S&L Redux VI: When summoning the Gods of Volcker, don’t forget the law of unintended consequences. S&Ls designed to help people buy homes were transformed into risk-taking junk-bond-making financial-wrecking machines. And it was only through capital destruction that the “all clear” bell rang. The path along the way is strewn with honest intentions of making things better – including an increase in the limit on deposit insurance from $40k to $100k that served to help bad banks attract deposits. Knowing what to do is always easier than doing it.

 

Anecdote: “Be on the bid when they’re selling. And be the offer when they’re buying.” That’s what they taught us as young pit traders in Chicago. “Don’t have an opinion, those cost you a fortune.” But most of us did anyway. “Know where the orders are, lean on them.” We’d scramble to accumulate long positions just above a big buy order, confident we could sell into that order and get flat, losing little or nothing. And we would build shorts at or just below big sell orders. “You must figure out where the stop-loss orders are, that’s the most important thing to know.” If there was a big stop-loss sell order below the market, and prices seemed soft, everyone would start selling. The closer prices got to the stop, the more aggressively people would sell, hoping to trigger the sell order, which would push prices sharply lower and allow everyone in the pit to cover their shorts at a big profit. Stop loss orders thus exerted a gravitational downward pull on prices. The larger the order, the stronger the force. This principle applies equally on the upside. It sounds rather easy, which it rarely was, but that’s how markets have always worked and always will. Once you know that, it makes sense to spend much of your time discovering where the big stops are. The greatest trades always end with a massive stop loss. Lehman got stopped out. And the consequences were so severe that policy makers generally concluded that such a liquidation could not happen ever again. Or at least not on their watch. Each time prices got too close to a major stop an intervention interrupted the natural course of markets. But everything has its price.
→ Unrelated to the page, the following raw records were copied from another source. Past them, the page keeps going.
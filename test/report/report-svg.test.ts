/**
 * The SVG figure of the exact null density: valid XML (parsed by @xmldom/xmldom, a general-purpose
 * XML parser), the drawn density read back through the axis ticks (the scale a reader sees)
 * integrates to 1 within 1e-6, matches a closed form point by point, peaks where the numbers say,
 * and every mark sits at the x position the axis gives for its number.
 *
 * Closed form (published mathematics, see docs/methods.md section 13): with two distinct eigenvalues a
 * (multiplicity p) and b (multiplicity q), d = a + (b - a) B with B ~ Beta(q/2, p/2); the beta
 * density, quantiles and mode come from jstat (a general-purpose library), the mode formula
 * (alpha - 1)/(alpha + beta - 2) is the textbook one.
 */
import { describe, expect, it } from 'vitest';
import { DOMParser, type Element as XmlElement } from '@xmldom/xmldom';
import { renderDensitySvg, densityCurve, plotDomain } from '../../src/report/svg.js';
import { DwNullDistribution } from '../../src/distribution/null-distribution.js';
import { exactDwTest, type DwTestResult } from '../../src/inference/dw-test.js';
import { prepareProblem } from '../../src/problem/problem.js';
import { isDwError } from '../../src/errors.js';
import { jStat, seededNormal } from '../helpers/reference.js';
import { dynamicResult, staticResult } from '../helpers/report-fixtures.js';

/** Parse strictly: any XML error or warning fails the test. */
function parseSvg(svg: string) {
  const problems: string[] = [];
  const doc = new DOMParser({ onError: (level: string, msg: string) => { problems.push(`${level}: ${msg}`); } }).parseFromString(svg, 'image/svg+xml');
  expect(problems).toEqual([]);
  return doc;
}

function all(doc: ReturnType<typeof parseSvg>): XmlElement[] {
  return Array.from(doc.getElementsByTagName('*')) as unknown as XmlElement[];
}

function byId(doc: ReturnType<typeof parseSvg>, id: string): XmlElement {
  const el = all(doc).find((e) => e.getAttribute('id') === id);
  expect(el, `element #${id}`).toBeDefined();
  return el!;
}

/** A least-squares line through (value, pixel) pairs read from the tick labels. */
function scaleFromTicks(doc: ReturnType<typeof parseSvg>, axis: 'x' | 'y') {
  const labels = all(doc).filter((e) => e.getAttribute('class') === `tick-label-${axis}`);
  const lines = all(doc).filter((e) => e.getAttribute('class') === `tick-${axis}`);
  expect(labels.length).toBeGreaterThanOrEqual(3);
  expect(lines.length).toBe(labels.length);
  const v = labels.map((e) => Number(e.textContent));
  const p = lines.map((e) => Number(e.getAttribute(axis === 'x' ? 'x1' : 'y1')));
  const n = v.length;
  const mv = v.reduce((a, b) => a + b) / n;
  const mp = p.reduce((a, b) => a + b) / n;
  let sxy = 0, sxx = 0;
  for (let i = 0; i < n; i++) { sxy += (v[i] - mv) * (p[i] - mp); sxx += (v[i] - mv) ** 2; }
  const slope = sxy / sxx;
  const icept = mp - slope * mv;
  // the ticks are evenly spaced and on one line
  for (let i = 0; i < n; i++) expect(Math.abs(icept + slope * v[i] - p[i])).toBeLessThan(1e-3);
  return { toPx: (x: number) => icept + slope * x, toValue: (px: number) => (px - icept) / slope };
}

/** The drawn density in data coordinates, read through the axes. */
function drawnDensity(doc: ReturnType<typeof parseSvg>): { x: number[]; y: number[] } {
  const path = byId(doc, 'exact-dw-density').getAttribute('d')!;
  const xs = scaleFromTicks(doc, 'x');
  const ys = scaleFromTicks(doc, 'y');
  const pts = [...path.matchAll(/[ML]([-\d.]+) ([-\d.]+)/g)].map((m) => [Number(m[1]), Number(m[2])]);
  expect(pts.length).toBeGreaterThan(500);
  return { x: pts.map((q) => xs.toValue(q[0])), y: pts.map((q) => ys.toValue(q[1])) };
}

function trapezoid(x: number[], y: number[]): number {
  let s = 0;
  for (let i = 1; i < x.length; i++) s += 0.5 * (x[i] - x[i - 1]) * (y[i] + y[i - 1]);
  return s;
}

function markX(doc: ReturnType<typeof parseSvg>, id: string): number {
  const g = byId(doc, `exact-dw-${id}`);
  const line = Array.from(g.getElementsByTagName('line'))[0] as unknown as XmlElement;
  expect(line.getAttribute('x1')).toBe(line.getAttribute('x2'));
  return Number(line.getAttribute('x1'));
}

// ---- the closed-form case: nu = 1 (p = 8 times), 3 (q = 6 times); d = 1 + 2 B, B ~ Beta(3, 4); m = 14
const nu = Float64Array.from([1, 1, 1, 1, 1, 1, 1, 1, 3, 3, 3, 3, 3, 3]);
const betaDist = DwNullDistribution.fromSpectrum(nu);
const A = 3, B = 4; // Beta(q/2, p/2)
const betaPdf = (d: number) => (d <= 1 || d >= 3 ? 0 : jStat.beta.pdf((d - 1) / 2, A, B) / 2);

function betaResult(alternative: DwTestResult['alternative']): DwTestResult {
  const base = staticResult();
  const d = 1.45;
  const pPos = jStat.beta.cdf((d - 1) / 2, A, B);
  const tail = alternative === 'two-sided' ? 0.025 : 0.05;
  return {
    ...base,
    d, n: 16, k: 2, m: 14,
    columns: ['(intercept)', 'x1'],
    coefficients: null, rSquared: null,
    alternative,
    pPositive: pPos, pNegative: 1 - pPos, pTwoSided: 2 * Math.min(pPos, 1 - pPos),
    pValue: alternative === 'positive' ? pPos : alternative === 'negative' ? 1 - pPos : 2 * Math.min(pPos, 1 - pPos),
    critical: { lower: 1 + 2 * jStat.beta.inv(tail, A, B), upper: 1 + 2 * jStat.beta.inv(1 - tail, A, B), tailLevel: tail },
    nullMean: betaDist.mean,
    nullVariance: betaDist.variance,
    bounds: { kPrime: 1, level: tail, dL: 1.31, dU: 1.62, zone: 'inconclusive-positive', outcome: { code: 'BOUNDS_INCONCLUSIVE' as const, d: 1.5, alpha: 0.05, alternative: 'positive' as const, intercept: true, exactP: null, exactPErrorBound: 0 } },
    power: null,
    dynamic: null,
  };
}

describe('density figure, closed form (two distinct eigenvalues: a scaled beta law, jstat)', () => {
  const r = betaResult('positive');
  const svg = renderDensitySvg(r, betaDist);
  const doc = parseSvg(svg);

  it('is valid XML with an svg root in the SVG namespace, a title and a description', () => {
    const root = doc.documentElement!;
    expect(root.nodeName).toBe('svg');
    expect(root.getAttribute('xmlns')).toBe('http://www.w3.org/2000/svg');
    expect(byId(doc, 'exact-dw-title').textContent).toMatch(/Exact null density/);
    expect(byId(doc, 'exact-dw-desc').textContent).toContain('Observed d = 1.4500');
  });
  it('the drawn density equals the beta density (jstat) at every drawn point, to 1e-5', () => {
    const { x, y } = drawnDensity(doc);
    let worst = 0;
    for (let i = 0; i < x.length; i++) worst = Math.max(worst, Math.abs(y[i] - betaPdf(x[i])));
    expect(worst).toBeLessThan(1e-5);
  });
  it('the drawn points integrate to 1 within 1e-6 (trapezoid over the support)', () => {
    const { x, y } = drawnDensity(doc);
    expect(x[0]).toBeLessThanOrEqual(1 + 1e-9);
    expect(x[x.length - 1]).toBeGreaterThanOrEqual(3 - 1e-9);
    expect(Math.abs(trapezoid(x, y) - 1)).toBeLessThan(1e-6);
  });
  it('the mode is at 1 + 2 (A - 1)/(A + B - 2) = 1.8 (beta mode), within one grid step', () => {
    const { x, y } = drawnDensity(doc);
    const i = y.indexOf(Math.max(...y));
    const step = x[i + 1] - x[i];
    expect(Math.abs(x[i] - (1 + (2 * (A - 1)) / (A + B - 2)))).toBeLessThanOrEqual(step);
  });
  it('d, the exact critical value (jstat beta quantile), d_L and d_U sit where the x axis puts those numbers', () => {
    const xs = scaleFromTicks(doc, 'x');
    expect(Math.abs(markX(doc, 'mark-observed') - xs.toPx(r.d))).toBeLessThan(0.01);
    expect(Math.abs(markX(doc, 'mark-critical-lower') - xs.toPx(r.critical.lower))).toBeLessThan(0.01);
    expect(Math.abs(markX(doc, 'mark-dL') - xs.toPx(1.31))).toBeLessThan(0.01);
    expect(Math.abs(markX(doc, 'mark-dU') - xs.toPx(1.62))).toBeLessThan(0.01);
    // the library's own exact quantile agrees with the jstat one, so the mark is the true critical value
    expect(Math.abs(betaDist.quantile(0.05) - r.critical.lower)).toBeLessThan(1e-8);
  });
  it('the observed-d dot sits on the curve, at the beta density of d', () => {
    const g = byId(doc, 'exact-dw-mark-observed');
    const dot = Array.from(g.getElementsByTagName('circle'))[0] as unknown as XmlElement;
    const ys = scaleFromTicks(doc, 'y');
    expect(Math.abs(ys.toValue(Number(dot.getAttribute('cy'))) - betaPdf(r.d))).toBeLessThan(1e-3);
  });
  it('the hatched rejection region runs from the left end of the axis to the critical value, and no upper region for the positive alternative', () => {
    const xs = scaleFromTicks(doc, 'x');
    const region = byId(doc, 'exact-dw-rejection-lower').getAttribute('d')!;
    const px = [...region.matchAll(/[ML]([-\d.]+) /g)].map((m) => Number(m[1]));
    expect(Math.abs(Math.max(...px) - xs.toPx(r.critical.lower))).toBeLessThan(0.01);
    expect(byId(doc, 'exact-dw-rejection-lower').getAttribute('fill')).toBe('url(#exact-dw-hatch)');
    expect(all(doc).some((e) => e.getAttribute('id') === 'exact-dw-rejection-upper')).toBe(false);
  });
  it('reads in black and white: only black, white and greys; the mark lines differ in dash pattern', () => {
    const colours = new Set<string>();
    for (const e of all(doc)) for (const a of ['fill', 'stroke']) { const v = e.getAttribute(a); if (v) colours.add(v); }
    for (const c of colours) {
      if (c === 'none' || c.startsWith('url(#')) continue;
      const m = /^#([0-9a-f]{2})([0-9a-f]{2})([0-9a-f]{2})$|^#([0-9a-f])([0-9a-f])([0-9a-f])$/i.exec(c);
      expect(m, `colour ${c}`).not.toBeNull();
      const ch = (m![1] ? [m![1], m![2], m![3]] : [m![4], m![5], m![6]]);
      expect(new Set(ch.map((s) => s.toLowerCase())).size, `grey ${c}`).toBe(1);
    }
    const dash = (id: string) => (Array.from(byId(doc, `exact-dw-${id}`).getElementsByTagName('line'))[0] as unknown as XmlElement).getAttribute('stroke-dasharray') ?? 'solid';
    const styles = [dash('mark-observed'), dash('mark-critical-lower'), dash('mark-dL')];
    expect(new Set(styles).size).toBe(3);
  });
  it('has axis labels, ticks and a legend naming every element', () => {
    const text = all(doc).filter((e) => e.nodeName === 'text').map((e) => e.textContent ?? '').join(' | ');
    expect(text).toMatch(/Durbin–Watson statistic d/);
    expect(text).toMatch(/Density/);
    expect(text).toMatch(/exact null density of d \(n = 16, k = 2\)/);
    expect(text).toMatch(/observed d = 1\.450/);
    expect(text).toMatch(/exact critical value d\* = 1\.\d{3} \(α = 0\.05\)/);
    expect(text).toMatch(/bounds dL = 1\.310, dU = 1\.620 \(level 0\.05\)/);
    expect(text).toMatch(/rejection region/);
  });
  it('is deterministic, and can leave out the XML declaration for inlining in HTML', () => {
    expect(renderDensitySvg(r, betaDist)).toBe(svg);
    expect(svg.startsWith('<?xml version="1.0" encoding="UTF-8"?>\n<svg ')).toBe(true);
    const inline = renderDensitySvg(r, betaDist, { xmlDeclaration: false, idPrefix: 'fig2' });
    expect(inline.startsWith('<svg ')).toBe(true);
    expect(inline).toContain('url(#fig2-hatch)');
    parseSvg(inline);
  });
});

describe('density figure for a real (invented) design, m = 27', () => {
  const z = seededNormal(77);
  const n = 30;
  const trend = Array.from({ length: n }, (_, i) => i + 1);
  const cycle = trend.map((t) => Math.sin(t / 2.5));
  const y = trend.map((t, i) => 5 + 0.2 * t + cycle[i] + z());
  const x = { trend, cycle };
  const r = exactDwTest({ y, x, alternative: 'two-sided' });
  const dist = prepareProblem(x, n).distribution;
  const doc = parseSvg(renderDensitySvg(r, dist));

  it('the drawn points integrate to 1 within 1e-6', () => {
    const { x: xs, y: ys } = drawnDensity(doc);
    expect(Math.abs(trapezoid(xs, ys) - 1)).toBeLessThan(1e-6);
  });
  it('the mode agrees with the maximum of the difference quotient of the exact CDF (an independent route)', () => {
    const { x: xs, y: ys } = drawnDensity(doc);
    const i = ys.indexOf(Math.max(...ys));
    const h = 2e-3;
    const slope = (c: number) => (dist.cdf(c + h) - dist.cdf(c - h)) / (2 * h);
    // golden-section search for the maximum of the CDF's slope around the drawn mode
    let a = xs[i] - 0.1, b = xs[i] + 0.1;
    const g = (Math.sqrt(5) - 1) / 2;
    for (let it = 0; it < 40; it++) {
      const c1 = b - g * (b - a), c2 = a + g * (b - a);
      if (slope(c1) > slope(c2)) b = c2; else a = c1;
    }
    expect(Math.abs(xs[i] - (a + b) / 2)).toBeLessThanOrEqual(xs[i + 1] - xs[i] + 2e-3);
  });
  it('two-sided: both critical values are marked where the axis puts them, with two rejection regions', () => {
    const sx = scaleFromTicks(doc, 'x');
    expect(Math.abs(markX(doc, 'mark-critical-lower') - sx.toPx(r.critical.lower))).toBeLessThan(0.01);
    expect(Math.abs(markX(doc, 'mark-critical-upper') - sx.toPx(r.critical.upper))).toBeLessThan(0.01);
    expect(Math.abs(markX(doc, 'mark-observed') - sx.toPx(r.d))).toBeLessThan(0.01);
    byId(doc, 'exact-dw-rejection-lower');
    byId(doc, 'exact-dw-rejection-upper');
  });
  it('the plotted range leaves out less than 1e-9 of the probability (exact CDF)', () => {
    const { domain } = plotDomain(dist, [r.d, r.critical.lower, r.critical.upper]);
    const c = densityCurve(dist, domain);
    expect(c.outsideMass).toBeLessThan(1e-9);
    expect(c.converged).toBe(true);
  });
});

describe('the negative alternative marks 4 - d_U and 4 - d_L', () => {
  it('at the positions the axis gives', () => {
    const r = { ...betaResult('negative'), d: 2.6, bounds: { kPrime: 1, level: 0.05, dL: 1.31, dU: 1.62, zone: 'no-evidence' as const, outcome: { code: 'BOUNDS_DO_NOT_REJECT' as const, d: 2.6, alpha: 0.05, alternative: 'negative' as const, intercept: true, exactP: null, exactPErrorBound: 0 } } };
    const doc = parseSvg(renderDensitySvg(r, betaDist));
    const sx = scaleFromTicks(doc, 'x');
    expect(Math.abs(markX(doc, 'mark-4-dU') - sx.toPx(4 - 1.62))).toBeLessThan(0.01);
    expect(Math.abs(markX(doc, 'mark-4-dL') - sx.toPx(4 - 1.31))).toBeLessThan(0.01);
    expect(Math.abs(markX(doc, 'mark-critical-upper') - sx.toPx(r.critical.upper))).toBeLessThan(0.01);
    expect(all(doc).some((e) => e.getAttribute('id') === 'exact-dw-mark-dL')).toBe(false);
  });
});

describe('refusals', () => {
  it('a model with a lagged dependent variable gets no figure (DwError OPTION_CONFLICT)', () => {
    let err: unknown;
    try { renderDensitySvg(dynamicResult(), betaDist); } catch (e) { err = e; }
    expect(isDwError(err)).toBe(true);
    expect((err as { code: string }).code).toBe('OPTION_CONFLICT');
    expect((err as Error).message).toMatch(/lagged dependent variable 'sales_lag1'/);
  });
  it('a distribution of another design is refused', () => {
    let err: unknown;
    try { renderDensitySvg(staticResult(), betaDist); } catch (e) { err = e; }
    expect(isDwError(err)).toBe(true);
    expect((err as Error).message).toMatch(/not that of the tested design/);
  });
});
The consequences were manifold and included a historic transfer of risk away from the private sector onto public sector, which was better able to insulate itself from market forces, so long as inflation remained low. Which it did, but no longer is. As much as we all might want to believe that our governments and central banks are sufficiently powerful to operate without stop losses, history teaches us that they are not. And the market is starting to send early signals that these stops are building.

 

Good luck out there,

Eric Peters

Chief Investment Officer

One River Asset Management

 

Disclaimer: All characters and events contained herein are entirely fictional. Even those things that appear based on real people and actual events are products of the author’s imagination. Any similarity is merely coincidental. The numbers are unreliable. The statistics too. Consequently, this message does not contain any investment recommendation, advice, or solicitation of any sort for any product, fund or service. The views expressed are strictly those of the author, even if often times they are not actually views held by the author, or directly contradict those views genuinely held by the author. And the views may certainly differ from those of any firm or person that the author may advise, converse with, or otherwise be associated with. Lastly, any inappropriate language, innuendo or dark humor contained herein is not specifically intended to offend the reader. And besides, nothing could possibly be more offensive than the real-life actions of the inept policy makers, corrupt elected leaders and short, paranoid dictators who infest our little planet. Yet we suffer their indignities every day. Oh yeah, past performance is not indicative of future returns.